Clinical implications

This study offers exploratory results that enrich our understanding of the role of GC in both online and in-person group psychotherapy for cancer survivors. Our findings advocate for the equal potential of both treatment modalities to foster GC among participants, thereby significantly enhancing therapeutic efficacy in alleviating depressive symptoms and post-traumatic stress. The study also shows that strong GC is aligned with patients experiencing post-traumatic growth earlier, synchronously with the therapeutic process. Finally, no individual sociodemographic or clinical characteristics are associated with the likelihood of developing greater or lesser GC, although age received some statistical support. Consequently, it is crucial to use interventions that promote GC to enhance therapeutic outcomes and reduce the emotional distress caused by cancer. This can be well achieved through both online and in-person group psychotherapy.

DATA AVAILABILITY: The data are available on request from the corresponding authors. They are not publicly available due to the privacy of the research participants.

Author contribution

AA-O: conceptualization; methodology; data curation; analysis and results interpretation; writing of original draft. JCM: conceptualization; methodology; formal analysis; oversight of original draft. MLl-F: funding acquisition; project management; implementation of the experiment; data curation. AF-V: oversight of original draft. MS-B: oversight of original draft. LC-S: oversight of original draft. CO-A: leadership; funding acquisition; supervision; oversight of original draft. All authors: draft review and editing; approval of final version of manuscript.

Funding information

This study was supported by the Carlos III Health Institute under FIS grants no PI15/01278, no PI19/01880 and PI22/01255 (co-financed by the European Regional Development Fund [ERDF] under the “A way to build Europe” initiative) and the European Institute of Innovation and Technology (EIT Health) (ONCOMMUNITIES: Online Cancer Support Communities), grant/award no 20,536. Additionally, the research team received financial backing from the Emergent Agència d’Ajuts Universitaris i de Recerca of the Government of Catalonia (AGAUR), research group: Psycho-oncology and Digital Health (no. 2021 SGR 01003).
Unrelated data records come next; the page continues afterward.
using System.Globalization;
using Google.Protobuf.WellKnownTypes;
using Grpc.Core;
using Scorer.ModelFile;
using Scorer.Registry;
using Scorer.Store;
using Scorer.Transport.V1;

namespace Scorer.Transport.Services;

/// <summary>What is loaded, the files as loaded, stage changes (admin) and their history.</summary>
public sealed class ModelsService(ModelRegistry registry, IScorerStore store) : Models.ModelsBase
{
    public override Task<ListModelsResponse> ListModels(ListModelsRequest request, ServerCallContext context)
    {
        var snapshot = registry.Current;
        var response = new ListModelsResponse();
        foreach (var entry in snapshot.Models.Values)
        {
            var info = new ModelInfo { Model = entry.Name, Live = entry.Live?.Version ?? "" };
            foreach (var v in entry.Versions)
            {
                var version = new V1.VersionInfo
                {
                    Version = v.Version,
                    Stage = StageName(v.Stage),
                    Link = ModelFileWriter.LinkName(v.Document.Link),
                    File = Path.GetFileName(v.File),
                    Sha256 = v.Sha256,
                    LoadedAt = Time(v.LoadedAt),
                    Terms = v.Compiled.TermCount,
                };
                version.Features.AddRange(v.Compiled.FeatureNames);
                info.Versions.Add(version);
            }

            response.Models.Add(info);
        }

        foreach (var failure in snapshot.Failures)
        {
            var error = new LoadError { File = Path.GetFileName(failure.File), At = Time(failure.At), Kind = LoadFailure.KindName(failure.Kind) };
            error.Problems.AddRange(failure.Problems.Select(p => new Problem { Path = p.Path, Reason = p.Reason, Hint = p.Hint ?? "" }));
            response.LoadErrors.Add(error);
        }

        return Task.FromResult(response);
    }

    public override Task<Struct> GetModelVersion(GetModelVersionRequest request, ServerCallContext context)
    {
        var version = Find(request.Model, request.Version);
        return Task.FromResult(Struct.Parser.ParseJson(System.Text.Encoding.UTF8.GetString(version.FileBytes.Span)));
    }

    public override async Task<StageResponse> SetStage(SetStageRequest request, ServerCallContext context)
    {
        var stage = ParseStage(request.Stage);
        Find(request.Model, request.Version);
        var changes = await Guard(() => registry.SetStageAsync(request.Model, request.Version, stage, ApiKeyInterceptor.Actor(context), context.CancellationToken)).ConfigureAwait(false);
        return Response(request.Model, changes);
    }

    public override async Task<StageResponse> Rollback(RollbackRequest request, ServerCallContext context)
    {
        var changes = await Guard(() => registry.RollbackAsync(request.Model, ApiKeyInterceptor.Actor(context), context.CancellationToken)).ConfigureAwait(false);
        return Response(request.Model, changes);
    }

    public override async Task<GetHistoryResponse> GetHistory(GetHistoryRequest request, ServerCallContext context)
    {
        if (registry.Current.Find(request.Model) is null)
        {
            throw Errors.NotFound("model", $"no model '{request.Model}' is loaded");
        }

        var response = new GetHistoryResponse { Model = request.Model };
        response.Changes.AddRange((await store.GetHistoryAsync(request.Model, context.CancellationToken).ConfigureAwait(false)).Select(Info));
        return response;
    }

    public static string StageName(Stage stage) => stage switch
    {
        Stage.Live => "live",
        Stage.Shadow => "shadow",
        _ => "retired",
    };

    private static Stage ParseStage(string text) => text switch
    {
        "live" => Stage.Live,
        "shadow" => Stage.Shadow,
        "retired" => Stage.Retired,
        _ => throw Errors.Invalid("stage", $"'{text}' is not a stage; give live, shadow or retired"),
    };

    private LoadedVersion Find(string model, string version)
    {
        var entry = registry.Current.Find(model) ?? throw Errors.NotFound("model", $"no model '{model}' is loaded");
        return entry.Find(version) ?? throw Errors.NotFound("version",
            $"model '{model}' has no version '{version}' (loaded: {string.Join(", ", entry.Versions.Select(v => v.Version))})");
    }

    private static async Task<T> Guard<T>(Func<Task<T>> action)
    {
        try
        {
            return await action().ConfigureAwait(false);
        }
        catch (RegistryException ex)
        {
            throw ex.NotFound ? Errors.NotFound(ex.Field, ex.Reason) : Errors.Precondition(ex.Field, ex.Reason);
        }
    }

    private StageResponse Response(string model, IReadOnlyList<StageChange> changes)
    {
        var response = new StageResponse { Model = model, Live = registry.Current.Find(model)?.Live?.Version ?? "" };
        response.Changes.AddRange(changes.Select(Info));
        return response;
    }

    private static StageChangeInfo Info(StageChange c) => new()
    {
        Version = c.Version,
        From = c.From is { } f ? StageName(f) : "",
        To = StageName(c.To),
        Actor = c.Actor,
        At = Time(c.At),
    };

    internal static string Time(DateTimeOffset t) => t.UtcDateTime.ToString("yyyy-MM-dd'T'HH:mm:ss.fff'Z'", CultureInfo.InvariantCulture);
}
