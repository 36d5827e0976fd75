using System.Globalization;
using Microsoft.Data.Sqlite;

namespace Scorer.Store.Sqlite;
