using Microsoft.AspNetCore.Authorization;
using Grpc.Core;
using Scorer.Application.Outcomes;
using Scorer.Store;
using Scorer.Transport.V1;

namespace Scorer.Transport.Services;

/// <summary>
/// Outcomes of earlier predictions, by id or business key. Each message is checked whole before anything is recorded
/// (a bad entry refuses the message, naming it), then recorded in one transaction before the answer is sent.
/// </summary>
[Authorize(Policy = Roles.Outcomes)]
public sealed class OutcomesService(OutcomeIntake intake)
    : V1.Outcomes.OutcomesBase
{
    public override async Task<RecordOutcomesResponse> RecordOutcomes(RecordOutcomesRequest request, ServerCallContext context)
    {
        var receipt = await RecordAsync(request, context.CancellationToken).ConfigureAwait(false);
        return Answer(receipt.Accepted, receipt.Duplicates, receipt.Unknown, receipt.Conflicts);
    }

    public override async Task<RecordOutcomesResponse> RecordOutcomesStream(IAsyncStreamReader<RecordOutcomesRequest> requestStream, ServerCallContext context)
    {
        int accepted = 0, duplicates = 0, messages = 0;
        var unknown = new List<string>();
        var conflicts = new List<string>();
        await foreach (var request in requestStream.ReadAllAsync(context.CancellationToken).ConfigureAwait(false))
        {
            OutcomeReceipt receipt;
            try
            {
                receipt = await RecordAsync(request, context.CancellationToken).ConfigureAwait(false);
            }
            catch (RpcException ex) when (messages > 0)
            {
                // Each message is recorded on its own: say what the earlier ones recorded, so the caller resends only the rest.
                throw Errors.WithNote(ex, $"message {messages + 1} of the stream was refused and nothing of it or after it was recorded; "
                    + $"the {messages} before it were recorded (accepted {accepted}, duplicates {duplicates}, unknown {unknown.Count}, conflicts {conflicts.Count})");
            }

            messages++;
            accepted += receipt.Accepted;
            duplicates += receipt.Duplicates;
            unknown.AddRange(receipt.Unknown);
            conflicts.AddRange(receipt.Conflicts);
        }

        return Answer(accepted, duplicates, unknown, conflicts);
    }

    private Task<OutcomeReceipt> RecordAsync(RecordOutcomesRequest request, CancellationToken cancellationToken) =>
        intake.RecordAsync(request.Model, request.Outcomes.Count, i => request.Outcomes[i] is { } o
            ? new OutcomeInput(o.Id, o.Key, o.HasOutcome ? o.Outcome : null, o.ObservedAt?.ToDateTimeOffset())
            : null, cancellationToken);

    private static RecordOutcomesResponse Answer(int accepted, int duplicates, IEnumerable<string> unknown, IEnumerable<string> conflicts) => new()
    {
        Accepted = accepted,
        Duplicates = duplicates,
        Unknown = { unknown },
        Conflicts = { conflicts },
    };
}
Declaration of competing interest

The authors declare the following financial interests/personal relationships which may be considered as potential competing interests: Cristian Ochoa-Arnedo reports financial support was provided by Carlos III Health Institute. Cristian Ochoa-Arnedo reports financial support was provided by Government of Catalonia Agency for Administration of University and Research Grants. Cristian Ochoa-Arnedo reports financial support was provided by European Institute of Innovation & Technology. If there are other authors, they declare that they have no known competing financial interests or personal relationships that could have appeared to influence the work reported in this paper.

Acknowledgements

The authors express their gratitude to all the women who participated in the study. They also thank IDIBELL’s biostatistics service for its guidance in the data analysis, especially Arnau Lagarda Tous and Judith Peñafiel Muñoz.